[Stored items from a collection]

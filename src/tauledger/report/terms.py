"""The terms of the report, each explained once, in a sentence or two, where it first comes up."""

from __future__ import annotations

from collections.abc import Iterable

TERMS = {
    "Mid-band": "the plateau of highest gain. Everything else is referred to the gain there.",
    "Band edge": "f_L and f_H are where the gain has fallen by 3 dB below mid-band, going down and going up.",
    "By hand, exact, simulated": (
        "by hand is what one writes on paper, exact is algebra on the small-signal network that was rebuilt "
        "from the operating point, simulated is the sweep of ngspice."
    ),
    "Signal node": (
        "the netlist nodes that are one at mid-band, joined by coupling capacitors; a transistor's inner node "
        "belongs to its terminal."
    ),
    "R": (
        "the resistance that a capacitance at the node faces, looking into everything connected there; R by hand by "
        "the rules of paper, R exact that of the network."
    ),
    "R inside a device": (
        "behind the series resistance of a transistor’s base, collector or emitter R is another than at the node "
        "outside; the rows “at …” say which place it belongs to."
    ),
    "Time constant": "R·C of one node. The larger it is, the lower the frequency where the node stops following.",
    "Miller factor": (
        "a capacitance between two nodes counts (1 − K) times at the first, K being the gain from there to its other "
        "end: more than once where the two move against each other, less than once where they move together."
    ),
    "1 pF more": "what one more picofarad from that node to ground, a probe or a longer trace, does to f_H.",
    "Share": (
        "how much of f_H one capacitance decides: a share of 40 % means that 1 % less of it raises f_H by "
        "about 0.4 %. Exact, and all shares together make 100 %. A negative share: more of it raises f_H."
    ),
    "Slowest node alone": "the estimate that takes the largest time constant and forgets the others.",
    "Sum of time constants": (
        "the estimate 1/(2π·Σ R·C), here with the exact R·C of every part. It takes every node and "
        "stays a little below the truth as long as the "
        "poles are real."
    ),
    "Coefficients b₁, b₂": (
        "the gain falls as 1/(1 + b₁·s + b₂·s² + …) above mid-band. b₁ is the exact sum of all time constants, in s; "
        "1/b₁ and b₁/b₂ are angular frequencies, in Hz divided by 2π. Below mid-band a₁, in rad/s, is the exact sum of "
        "the lower edges, and a₂/a₁ the second pole. They have nothing to do with nodes called a1 or b1."
    ),
    "σ": (
        "how the capacitances act on each other: 1 means not at all, a small number that the poles have moved far "
        "apart, a large one that they have moved together, then into a complex pair."
    ),
    "Pole, zero": (
        "where the slope of the gain changes, going up in frequency: by 20 dB a decade downwards at each pole, upwards "
        "at each zero. Poles below mid-band therefore end the rise of the gain that zeros at DC began."
    ),
    "Edge alone": "1/(2π·R·C) of one capacitor with all the others taken as shorts.",
    "Bypass zero": "below it a bypass capacitor no longer shorts its resistor and the gain levels off.",
    "gm, r_π, r_o, C_π, C_μ, f_T": (
        "transconductance, input and output resistance, base-emitter and base-collector capacitance, and the "
        "frequency where the current gain is one."
    ),
    "C_bx": (
        "the part of the base-collector capacitance that lies outside the base resistance (1 − XCJC of the model); "
        "C_μ is the part inside. The budget has them apart, for they face different resistances; C_μ + C_bx is what a "
        "data sheet gives."
    ),
    "dQ_be/dV_bc": (
        "a transcapacitance: base-emitter charge that follows the base-collector voltage, because the transit time "
        "does. It is no capacitance between two nodes, so paper leaves it out; it may be negative."
    ),
    "gm, g_mb, r_o, C_gs, C_gd, C_db, C_sb, f_T": (
        "transconductance from gate and from body, output resistance, capacitance between gate and source, gate and "
        "drain, drain and body, source and body, and the frequency where the current gain is one."
    ),
    "Return ratio": (
        "what comes back to a source, or past a wire, for one unit that it sends out. T large: the "
        "feedback elements make the gain, ideal gain A∞. T small: the gain is what leaks past, feedthrough A0."
    ),
    "Agreement": (
        "the largest relative difference between the response of the rebuilt network and the sweep of ngspice."
    ),
    "Unity gain, phase margin, gain margin": (
        "f_u is where the gain has fallen to 1. The phase margin is what the phase there, from 0° or 180° at mid-band, "
        "leaves of 180°; the gain margin how far the gain is from 1 where all 180° are used up. With all of the output "
        "fed back the amplifier rings the more the less is left, and oscillates when nothing is."
    ),
    "Recomputed": "the whole network solved again with that part changed, the operating point held.",
}


def unexplained(wanted: Iterable[str], explained: set[str]) -> tuple[tuple[str, str], ...]:
    """Give the terms not yet explained with their sentences, and note in `explained` that they are now."""
    fresh = [term for term in wanted if term not in explained]
    explained.update(fresh)
    return tuple((term, TERMS[term]) for term in fresh)
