def _causes(review: Review) -> Section:
    if withheld(review):
        return Section("causes", "", ())
    differ = _items([cause for cause in review.causes if not cause.on_paper], review)
    kept = _items([cause for cause in review.causes if cause.on_paper], review)
    blocks: list[Block] = [Items(differ) if differ else Prose("Nothing of note above 2 %.")]
    if kept:
        blocks += [
            Prose("The figures by hand here take the following into account; paper that leaves it out is off by:"),
            Items(kept),
        ]
    return Section("causes", "Why paper and simulation differ", tuple(blocks))


def _loops(review: Review) -> Section:
    if not review.loops:
        return Section("loop", "", ())
    from tauledger.report.tables import loop

    blocks: list[Block] = []
    for k, facts in enumerate(review.loops):
        blocks.append(loop.figures(facts))
        if k == 0:
            margin = "|T| = 1 at the dot, where the phase is above -180° by the margin."
            blocks.append(Picture("loop", f"Return ratio T, {loop.place(facts)}: {margin}"))
        told = [Item(lead, text) for lead, texts in loop.told(facts) for text in texts]
        if told:
            blocks.append(Items(tuple(told)))
        if facts.estimates:
            blocks.append(loop.estimates(facts))
    return Section("loop", "Feedback", tuple(blocks), ("Return ratio",))


def _items(causes: Iterable[CauseFacts], review: Review) -> tuple[Item, ...]:
    return tuple(
        Item(f"{EDGE.get(cause.quantity, cause.quantity)} {move(cause.effect)}", cause_text(cause, review))
        for cause in causes
    )
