"""What analyses, outputs and `.control` blocks say about range and output; they are never run."""

from __future__ import annotations

import re
from collections.abc import Iterator, Sequence

from msgspec import Struct

from tauledger.circuit import ReadingNote
from tauledger.netlist.diagnostics import Site, nearest, visible
from tauledger.netlist.netlist import Card, Netlist, place
from tauledger.netlist.numbers import read_number

_REQUEST = re.compile(r"(?<![\w.])([vi])(?:db|m|p|r|i)?\s*\(\s*([^()\s,]+)\s*(?:,\s*([^()\s,]+)\s*)?\)", re.IGNORECASE)
_OF_AC = re.compile(r"(?<![\w.])[vi](?:db|m|p|r|i)\s*\(|(?<![\w.])(?:db|mag|ph|cph)\s*\(", re.IGNORECASE)
_OUTPUT_WORDS = frozenset(
    [".print", ".plot", ".save", ".probe", ".meas", ".measure", "print", "plot", "meas", "measure", "save", "hardcopy"]
)
_SWEEPS = ("dec", "oct", "lin")
_OTHER_ANALYSES = frozenset(["tran", "dc", "op", "noise", "disto", "sp"])


class Hints(Struct, frozen=True):
    """outputs: "v(out)", "v(a,b)", "i(vload)" in order, each once; those asked of an AC analysis where there are any.

    f_start_hz, f_stop_hz: range of the first `.ac` (or `ac` in a `.control` block), None where there is none.
    """

    outputs: tuple[str, ...] = ()
    f_start_hz: float | None = None
    f_stop_hz: float | None = None


class Asked(Struct, frozen=True):
    """One output that a card asks for: "v(out)", its card, where on it, how wide, and the card's word.

    rank: 0 where it is asked of an AC analysis, 1 of none in particular, 2 of another one.
    """

    name: str
    site: Site
    at: int
    width: int
    word: str
    rank: int


def hints(netlist: Netlist) -> Hints:
    """Gather the hints of a netlist."""
    spans = (_range(words) for _, words in _requests(netlist) if words[0] in (".ac", "ac"))
    span = next((span for span in spans if span is not None), (None, None))
    return Hints(tuple(dict.fromkeys(found.name for found in foremost(asked(netlist)))), *span)


def asked(netlist: Netlist) -> tuple[Asked, ...]:
    """Gather the outputs that are asked for, in order, with their places."""
    found: list[Asked] = []
    for card, words in _requests(netlist):
        if words[0] not in _OUTPUT_WORDS:
            continue
        rank, site = _rank(card.text, words), Site(netlist.files, card)
        for match in _REQUEST.finditer(card.text):
            kind, plus, minus = match.groups()
            name = f"{kind.lower()}({plus},{minus})" if minus else f"{kind.lower()}({plus})"
            found.append(Asked(name, site, match.start(), match.end() - match.start(), words[0], rank))
    return tuple(found)


def foremost(found: Sequence[Asked]) -> tuple[Asked, ...]:
    """Keep those of the foremost rank: of an AC analysis where there are any."""
    first = min((one.rank for one in found), default=0)
    return tuple(one for one in found if one.rank == first)


def sweep_notes(netlist: Netlist) -> list[ReadingNote]:
    """Note every `.ac` whose points are spread by a word that ngspice does not know."""
    notes: list[ReadingNote] = []
    for card, words in _requests(netlist):
        if words[0] in (".ac", "ac") and len(words) > 1 and words[1] not in _SWEEPS:
            meant = nearest(words[1], _SWEEPS, otherwise="ngspice knows dec, oct and lin")
            notes.append(ReadingNote(Site(netlist.files, card).where, f"{words[0]} {visible(words[1])}: {meant}"))
    return notes


def _requests(netlist: Netlist) -> Iterator[tuple[Card, list[str]]]:
    """Run through the requests with their words in lower case; a line of blanks is none."""
    for card in netlist.requests:
        words = card.text.lower().split()
        if words:
            yield card, words


def ac_range(netlist: Netlist) -> tuple[float, float] | None:
    """Give start and stop in Hz of the netlist's own AC analysis, or None where it has none."""
    found = hints(netlist)
    if found.f_start_hz is None or found.f_stop_hz is None:
        return None
    return (found.f_start_hz, found.f_stop_hz)


def _rank(text: str, words: list[str]) -> int:
    """Order requests: of an AC analysis first, of no analysis in particular next, of another one last."""
    of = words[1] if len(words) > 1 else ""
    if of == "ac" or _OF_AC.search(text):
        return 0
    return 2 if of in _OTHER_ANALYSES else 1


def _range(words: list[str]) -> tuple[float, float] | None:
    """Read `ac dec points start stop`; anything else is no hint."""
    if len(words) < 5:
        return None
    start, stop = read_number(words[3]), read_number(words[4])
    if start is None or stop is None or not 0.0 < start.value <= stop.value < float("inf"):
        return None
    return (start.value, stop.value)


def read_past(netlist: Netlist) -> str:
    """Say in one line what was read past, e.g. "2 analyses, 1 .print, .control block of 5 lines, 3 options"."""
    plural = {"analysis": "analyses", "noise switch": "noise switches"}
    words = []
    for what, count in sorted(netlist.past, key=lambda entry: _place_in_line(entry[0])):
        if what.startswith(".control"):
            words.append(what if count == 1 else f"{count} × {what}")
        elif count:
            many = plural.get(what, what if what.startswith(".") else f"{what}s")
            words.append(f"{count} {what if count == 1 else many}")
    return ", ".join(words)


def read_past_places(netlist: Netlist) -> list[tuple[str, str]]:
    """List what was read past in the order of the files: where ("board.cir:12"), and what with its text."""
    order = {file.path: number for number, file in enumerate(netlist.files)}
    found: list[tuple[tuple[int, int], str, str]] = []
    for number, what in netlist.passed:
        at = place(netlist, number)
        text = netlist.cards[number].text
        shown = text if what[0] == "." or what == "analysis" else f"{what} of {text}"
        found.append(((order[at.file], at.line), f"{visible(at.file)}:{at.line}", visible(shown)))
    for script in netlist.scripts:
        path = netlist.files[script.file].path
        what = f".control block of {len(script.lines)} line{'' if len(script.lines) == 1 else 's'}, never run"
        found.append(((script.file, script.line), f"{visible(path)}:{script.line}", what))
    return [(where, what) for _, where, what in sorted(found)]


def _place_in_line(what: str) -> tuple[int, str]:
    order = ("analysis", ".", ".control", "option")
    return (
        order.index(what) if what in order else 2 if what.startswith(".control") else 1 if what[0] == "." else 4,
        what,
    )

**Task statement:** Given the data above, transcribe exactly the lines from the one containing "from tauledger.netlist.netlist import" down to the one containing "the card's word.", and no others.

**Answer box:**
from tauledger.netlist.netlist import Card, Netlist, place
from tauledger.netlist.numbers import read_number

_REQUEST = re.compile(r"(?<![\w.])([vi])(?:db|m|p|r|i)?\s*\(\s*([^()\s,]+)\s*(?:,\s*([^()\s,]+)\s*)?\)", re.IGNORECASE)
_OF_AC = re.compile(r"(?<![\w.])[vi](?:db|m|p|r|i)\s*\(|(?<![\w.])(?:db|mag|ph|cph)\s*\(", re.IGNORECASE)
_OUTPUT_WORDS = frozenset(
    [".print", ".plot", ".save", ".probe", ".meas", ".measure", "print", "plot", "meas", "measure", "save", "hardcopy"]
)
_SWEEPS = ("dec", "oct", "lin")
_OTHER_ANALYSES = frozenset(["tran", "dc", "op", "noise", "disto", "sp"])


class Hints(Struct, frozen=True):
    """outputs: "v(out)", "v(a,b)", "i(vload)" in order, each once; those asked of an AC analysis where there are any.

    f_start_hz, f_stop_hz: range of the first `.ac` (or `ac` in a `.control` block), None where there is none.
    """

    outputs: tuple[str, ...] = ()
    f_start_hz: float | None = None
    f_stop_hz: float | None = None


class Asked(Struct, frozen=True):
    """One output that a card asks for: "v(out)", its card, where on it, how wide, and the card's word.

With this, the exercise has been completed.